The same principle applies to CTLA-4 proteins expressed by cancer cells, which serve as brakes for the immune system by downregulating the immune response. The 2018 Nobel Prize in Physiology/Medicine was awarded to Prof. James Allison and Prof. Tasuku Honjo for discovering CTLA-4 and PD-1 respectively in cancer immunology.
Anti-PD1 immunotherapy, such as pembrolizumab and nivolumab (monoclonal antibodies against PD-1); atezolizumab (anti-PD-L1); and ipilimumab (anti-CTLA4), have an entrenched role by awakening the slumbering T-cells to recognise and attack the cancer cells. Immunotherapy has given cancer patients a new lease of life.
BESPOKE TUMOUR-SEEKING T CELLS
Chimeric antigen receptor (CAR-T) T-cells are engineered in the laboratory using T-cells from either the patient’s own blood or a donor’s. The chimeric antigen receptor (CAR) serves dual functions – to enable recognition of the specific tumour cell and to activate the tumour cell kill sequence when a tumour cell is recognised.
The T-cells are genetically modified using a new gene editing tool CRISPR/ Cas9 to express the CAR. CAR-T therapy has been used successfully to treat many different types of lymphoma. Its use is being expanded to include other forms of cancer.
OBSTACLES IN ACCESS TO TREATMENT
Ever since the first blockbuster cancer drug, a chemotherapy called paclitaxel used to treat breast cancer, peaked at more than USD$1 billion sales per annum in 2000, the cost of treatment has risen steadily from a few hundred dollars per month for chemotherapy drugs to a few thousand dollars for targeted therapy, such as TKIs.
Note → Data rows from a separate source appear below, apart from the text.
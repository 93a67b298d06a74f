"""Station outages: which stations of a network report in a cycle.

A station is out with the stationary probability q = ``outage_probability``
(traced). With ``outage_spell`` D > 0 (traced, cycles) its outages come in
spells of mean length D, a two-state Markov chain (common practice):

    P(out at k | out at k-1) = s = 1 - 1/D,
    P(out at k | up at k-1)  = a = q (1 - s) / (1 - q),

whose stationary probability of being out is a / (a + 1 - s) = q; D = 0
draws every cycle afresh (s = a = q). A ``schedule`` of blocks puts listed
stations out over listed cycles on top of the random outages.

The draws come from the replicate key alone (stream 6: fold_in(fold_in(r, 6),
k) at cycle k, k = 0 for the state before the first cycle, drawn from the
stationary law), so every filter and setting on a seed sees the same
outages. A missing observation is stored as NaN in y: the cycle's shapes
never change, and the filters mask it out (:meth:`ObservationOperator.whiten`).
"""

from typing import NamedTuple

import jax
import jax.numpy as jnp
import numpy as np


class OutageSchedule(NamedTuple):
    """Blocks of scheduled outages: first and last cycle of each block (E,), inclusive, and the
    stations it puts out (E, p) bool."""

    first: np.ndarray
    last: np.ndarray
    stations: np.ndarray


def outage_schedule(blocks, station_count: int) -> OutageSchedule | None:
    """The schedule of config blocks, each {first_cycle, last_cycle, stations: [station numbers]}
    (station numbers count the network's stations from 0); None for no blocks."""
    if not blocks:
        return None
    stations = np.zeros((len(blocks), station_count), dtype=bool)
    for e, block in enumerate(blocks):
        stations[e, [int(i) for i in block["stations"]]] = True
    return OutageSchedule(first=np.array([int(b["first_cycle"]) for b in blocks]),
                          last=np.array([int(b["last_cycle"]) for b in blocks]), stations=stations)


def persistence(probability, spell):
    """(s, a): the chance a station that is out stays out, and that a station that is up fails."""
    stay = jnp.where(spell > 0, 1.0 - 1.0 / jnp.maximum(spell, 1.0), probability)
    fail = jnp.where(probability < 1.0, probability * (1.0 - stay) / jnp.maximum(1.0 - probability, 1e-300), 1.0)
    return stay, fail


def first_outages(key, settings, station_count: int) -> jax.Array:
    """(p,) bool: the stations out before the first cycle, from the stationary law."""
    return jax.random.uniform(key, (station_count,)) < settings["outage_probability"]


def next_outages(out, key, settings) -> jax.Array:
    """(p,) bool: the random outages at this cycle from those of the last (module docstring)."""
    stay, fail = persistence(settings["outage_probability"], settings["outage_spell"])
    u = jax.random.uniform(key, out.shape)
    return jnp.where(out, u < stay, u < fail)


def scheduled(schedule: OutageSchedule | None, cycle, station_count: int) -> jax.Array:
    """(p,) bool: the stations the schedule puts out at ``cycle``."""
    if schedule is None:
        return jnp.zeros(station_count, dtype=bool)
    active = (jnp.asarray(schedule.first) <= cycle) & (cycle <= jnp.asarray(schedule.last))
    return jnp.any(active[:, None] & jnp.asarray(schedule.stations), axis=0)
It can even go up to USD$10,000 per dose of immunotherapy given every 21 days and USD$375,000 for CAR-T therapy. We need to migrate to a different model of drug development and production to improve access to new cancer treatments.
The drug approval process has not kept up with the innovations in cancer treatment. Conducting clinical trials based on current statistical methods of analysis and concepts is an expensive endeavour, which consumes the lion’s share of the research budget of any pharmaceutical and biotechnological company.
These processes need to be modernised. With such rapid progress being made, cancer as a diagnosis will soon be as benign as other chronic medical conditions, such as diabetes or hypertension, in time to come
Apart from using the stage of the cancer to determine who should receive chemotherapy after surgery, there was little else to guide oncologists in the early days. This meant that many had to suffer the side effects of chemotherapy without the assured benefits.